For the June meeting of the CloudStack European User Group, we were welcomed back by our old friends Trend Micro. Many thanks to the guys at Trend for letting us use their great facilities.

Our numbers were slightly down from usual, with quite a few last minute cancellations: it’s a little frustrating as we had 12 people who were on the waitinig list and were unable to come because somebody else had booked their place

As usual, I started the day off with a welcome and some news on all things CloudStack.

Since we last met, much work has been going on around the 4.4 (and 4.3.1) releases of CloudStack which means that there isn’t a lot of headline news.

I reported back on the successful CloudStack Collaboration conference in April (Denver) and encouraged people to get along to the European conference, Budapest 19-22 November.

Cloudstack contunies to have ongoing awareness problems. Despite being the most widely adoped, production grade IaaS platform around ,not enough people are aware of it. There is currently a drive to change this and the first signs of that drive can be seen in the list of known CloudStack users and the adoption survey recently launched by the project. If you are using cloudstack, please take the survey to provide feedback and allow us to change these perception issues.

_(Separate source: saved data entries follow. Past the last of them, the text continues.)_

// OpenStray reads the description of a stray field.
func OpenStray(path string) (*StrayBench, error) {
	info, err := os.Stat(path)
	switch {
	case errors.Is(err, fs.ErrNotExist):
		return nil, &bench.Error{File: path, Problem: "there is no such file; name one that describes the charged bodies", Err: err}
	case err != nil:
		return nil, err
	case info.IsDir():
		return nil, fmt.Errorf("%s: this is a folder; name the file", path)
	case !info.Mode().IsRegular() || info.Size() > strayLimit:
		return nil, fmt.Errorf("%s: want a file of at most %d bytes", path, strayLimit)
	}
	data, err := os.ReadFile(path)
	if err != nil {
		return nil, err
	}
	return ParseStray(path, data)
}

// ParseStray is OpenStray for a text already read; path is for messages.
func ParseStray(path string, data []byte) (*StrayBench, error) {
	places, err := bench.FindPlaces(path, data)
	if err != nil {
		return nil, err
	}
	var f strayFile
	d := toml.NewDecoder(strings.NewReader(strings.TrimPrefix(string(data), "\ufeff")))
	d.DisallowUnknownFields()
	if err := d.Decode(&f); err != nil {
		return nil, places.Undecoded(err, strayKeys)
	}
	r := &strayReader{path: path, places: places}
	if f.Format != 1 {
		return nil, r.errorf("format", "format %d is not known; this version reads format = 1", f.Format)
	}
	sum := sha256.Sum256(data)
	b := &StrayBench{File: filepath.ToSlash(path), SHA256: hex.EncodeToString(sum[:]), Title: f.Title, Medium: gum.Exactly(1), Coverage: gum.DefaultCoverage}
	if f.Medium.Relative != nil {
		if b.Medium, err = r.quantity("medium.relative_permittivity", f.Medium.Relative, pureUnit); err != nil {
			return nil, err
		}
		if !(b.Medium.Value >= 1) {
			return nil, r.errorf("medium.relative_permittivity", "%g is below that of vacuum, 1", b.Medium.Value)
		}
	}
	if f.Plane != nil {
		b.Plane = &field.Plane{}
		if b.Plane.Point, err = r.place("plane.point", f.Plane.Point); err != nil {
			return nil, err
		}
		if b.Plane.Normal, err = r.direction("plane.normal", f.Plane.Normal); err != nil {
			return nil, err
		}
	}
	if err := r.meter(b, &f); err != nil {
		return nil, err
	}
	for _, g := range []struct {
		shape string
		list  []strayBodyFile
	}{{"point", f.Point}, {"sphere", f.Sphere}, {"edge", f.Edge}} {
		for i := range g.list {
			body, err := r.body(g.shape, i, &g.list[i])
			if err != nil {
				return nil, err
			}
			b.Bodies = append(b.Bodies, body)
		}
	}
	if err := r.names(b, &f); err != nil {
		return nil, err
	}
	if f.Report.Coverage != nil {
		q, err := r.exact("report.coverage", f.Report.Coverage, pureUnit, "it is chosen")
		if err != nil {
			return nil, err
		}
		b.Coverage = q.Value
		if err := gum.CheckCoverage(b.Coverage); err != nil {
			return nil, r.errorf("report.coverage", "%v", err)
		}
	}
	if f.Search == nil {
		b.around()
		return b, nil
	}
	if b.From, err = r.place("search.from", f.Search.From); err != nil {
		return nil, err
	}
	if b.To, err = r.place("search.to", f.Search.To); err != nil {
		return nil, err
	}
	for i := range 3 {
		if b.From[i] > b.To[i] {
			b.From[i], b.To[i] = b.To[i], b.From[i]
		}
	}
	return b, nil
}
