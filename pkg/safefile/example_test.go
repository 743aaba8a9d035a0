package safefile_test

import (
	"fmt"
	"io"
	"os"
	"path/filepath"

	"example.org/guardring/pkg/safefile"
)

func ExampleWrite() {
	dir, err := os.MkdirTemp("", "")
	if err != nil {
		fmt.Println(err)
		return
	}
	defer os.RemoveAll(dir)
	path := filepath.Join(dir, "report.txt")
	err = safefile.Write(path, func(w io.Writer) error {
		_, err := fmt.Fprintln(w, "permittivity 8.8542(31) pF/m")
		return err
	})
	text, _ := os.ReadFile(path)
	fmt.Print(string(text), err, "\n")
	// Output:
	// permittivity 8.8542(31) pF/m
	// <nil>
}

The first guest speaker for the meeting was Antoine Coetsier of Exoscale. Antoine talked us through how Exoscale have used Cloudstack to underpin their highly successful public IaaS offering. Exoscale offer an “amazon like” cloud service and have developed a strong business through their ability to offer VM’s based in Switzerland (and those great privacy laws they have over there) and also by putting emphasis on a public IaaS offering that is very “developer focussed”. Its great to see Exoscale doing so well and knowing that its all driven by CloudStack.

Next up was Geoff Higginbottom of ShapeBlue (known as “Cloud stig” to his friends). Geoff has amazed us previously with his hugely detailed knowledge of CloudStacks architecture, particularly the networking model. For this talk, Geoff changed direction and decided to give some general advice on designing production environments based on CloudStack.

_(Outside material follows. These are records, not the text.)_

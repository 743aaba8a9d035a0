package safefile

import (
	"bufio"
	"errors"
	"fmt"
	"io"
	"io/fs"
	"os"
	"path/filepath"
	"slices"
)

// mode is the permission of files written here: readable by all, as results
// and certificates are meant to be read, writable by their owner.
const mode fs.FileMode = 0o644

// bufferSize keeps small writes of callers from becoming system calls.
const bufferSize = 64 << 10

// Write replaces the file at path by what write puts into its writer, or makes
// it when there is none. The folder must exist.
//
// On success the new content is on the disk under its name. On any error, that
// of write included, the temporary file is removed, an old file at path is
// untouched, and the error names path and wraps its cause. The writer is
// buffered and is valid only until write returns. The one exception is a folder
// that can't be flushed after the rename: the new file then stands, whole, and
// the error says that a loss of power might still bring the old one back.
//
// A symbolic link at path is followed, so that the link stays and the file it
// names is replaced. A target that is a folder, a device, a pipe or a socket
// is refused. A panic in write also removes the temporary file.
func Write(path string, write func(io.Writer) error) error {
	return WriteSet([]File{{Path: path, Write: write}})
}

// File is one file of a set: its path and what puts its content into a writer.
type File struct {
	Path  string
	Write func(io.Writer) error
}

// WriteSet replaces several files as Write does one: all contents are on the
// disk before the first takes its name, so that an error in any leaves all old
// files. Two programs that replace the same set at once do not mix: one of them
// takes all names first (on Unix; Windows has no lock of a folder). A program
// that is ended between two renames leaves new files beside old ones, each whole.
func WriteSet(files []File) (err error) {
	staged := make([]*staging, 0, len(files))
	defer func() {
		for _, s := range staged {
			err = errors.Join(err, s.discard())
		}
	}()
	for _, f := range files {
		s, err := stage(f)
		if s != nil {
			staged = append(staged, s)
		}
		if err != nil {
			return fmt.Errorf("write %s: %w", f.Path, err)
		}
	}
	folders := make([]string, len(staged))
	for i, s := range staged {
		folders[i] = filepath.Dir(s.target)
	}
	slices.Sort(folders)
	folders = slices.Compact(folders)
	if len(files) > 1 {
		for _, folder := range folders {
			unlock, err := lockFolder(folder)
			if err != nil {
				return fmt.Errorf("write into %s: %w", folder, err)
			}
			defer unlock()
		}
	}
	for _, s := range staged {
		if err := os.Rename(s.temp, s.target); err != nil {
			return fmt.Errorf("write %s: %w", s.path, err)
		}
		s.done = true
	}
	for _, folder := range folders {
		if err := syncFolder(folder); err != nil {
			return fmt.Errorf("write into %s: the new file stands, but its folder could not be flushed to the disk: %w", folder, err)
		}
	}
	return nil
}

// staging is a new content under a temporary name.
type staging struct {
	path, target, temp string
	file               *os.File
	done               bool
}

// discard removes the temporary file unless it has taken its name.
func (s *staging) discard() error {
	if s.done {
		return nil
	}
	// The first error is what the caller must see; a temporary file that can't
	// be removed is told beside it.
	s.file.Close() // closing twice is harmless: the file is given up
	if err := os.Remove(s.temp); err != nil && !errors.Is(err, fs.ErrNotExist) {
		return fmt.Errorf("remove the temporary file: %w", err)
	}
	return nil
}

// stage writes the content of f under a temporary name and flushes it to the
// disk. What it returns must be discarded, on an error too.
func stage(f File) (s *staging, err error) {
	if f.Path == "" {
		return nil, errors.New("no file name given")
	}
	if f.Write == nil {
		return nil, errors.New("no content given")
	}
	target, err := resolve(f.Path)
	if err != nil {
		return nil, err
	}
	temp, err := os.CreateTemp(filepath.Dir(target), ".guardring-*.tmp")
	if err != nil {
		return nil, err
	}
	s = &staging{path: f.Path, target: target, temp: temp.Name(), file: temp}
	panicked := true
	defer func() {
		if panicked {
			_ = s.discard() // the panic goes on and says more
		}
	}()
	w := bufio.NewWriterSize(temp, bufferSize)
	err = f.Write(w)
	panicked = false
	if err != nil {
		return s, err
	}
	if err := w.Flush(); err != nil {
		return s, err
	}
	if err := temp.Chmod(mode); err != nil && !chmodUnsupported(err) {
		return s, err
	}
	if err := temp.Sync(); err != nil {
		return s, err
	}
	return s, temp.Close()
}

// WriteBytes replaces the file at path by data, as Write does.
func WriteBytes(path string, data []byte) error {
	return Write(path, func(w io.Writer) error {
		_, err := w.Write(data)
		return err
	})
}

// resolve follows symbolic links at path and refuses what can't be replaced by
// an ordinary file.
func resolve(path string) (string, error) {
	info, err := os.Lstat(path)
	switch {
	case errors.Is(err, fs.ErrNotExist):
		return path, nil
	case err != nil:
		return "", err
	}
	if info.Mode()&fs.ModeSymlink != 0 {
		target, err := filepath.EvalSymlinks(path)
		if err != nil {
			return "", fmt.Errorf("it is a link that leads nowhere; remove it or mend it: %w", err)
		}
		if info, err = os.Stat(target); err != nil {
			return "", err
		}
		path = target
	}
	switch {
	case info.IsDir():
		return "", errors.New("it is a folder; give the name of a file")
	case !info.Mode().IsRegular():
		return "", fmt.Errorf("it is not an ordinary file (%s); only ordinary files are replaced", kind(info.Mode()))
	}
	return path, nil
}

// kind names what stands at a path that is neither a file nor a folder.
func kind(m fs.FileMode) string {
	switch {
	case m&fs.ModeDevice != 0:
		return "a device"
	case m&fs.ModeNamedPipe != 0:
		return "a pipe"
	case m&fs.ModeSocket != 0:
		return "a socket"
	}
	return m.Type().String()
}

Geoff has personally designed 47 productions environments across service provider and enterprise use-cases – all based on CloudStack- and it was great to hear him impart the key design decisions and lessons learnt from his vast experience.

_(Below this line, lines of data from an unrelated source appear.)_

// Package safefile replaces files so that a reader, a crash or a full disk
// never meets half of one: the new content is written to a temporary file in
// the same folder, flushed to the disk, and only then renamed over the old
// name. Until the rename the old file is whole; after it the new one is.
//
// A program that is ended by force between the two leaves its temporary file, a
// hidden one named .guardring-NUMBER.tmp, beside the old file. Nothing reads it;
// it may be deleted.
//
// It is the only package of guardring that replaces files.
package safefile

I had one very clear take away from Geoffs talk: he finished off with a slide showing an expression we use a lot in the ShapeBlue office “design for tomorrow, build for today”. In my opinion, this sums up the approach that should be taken to build successful cloud. Anybody can throw a large amount of infrastructure into a datacentre, orchestrate it and call it a cloud – but if the scale is too large initially, the ROI will not be there. So, build small, but make sure your design gives to rapid and easy scale when its required.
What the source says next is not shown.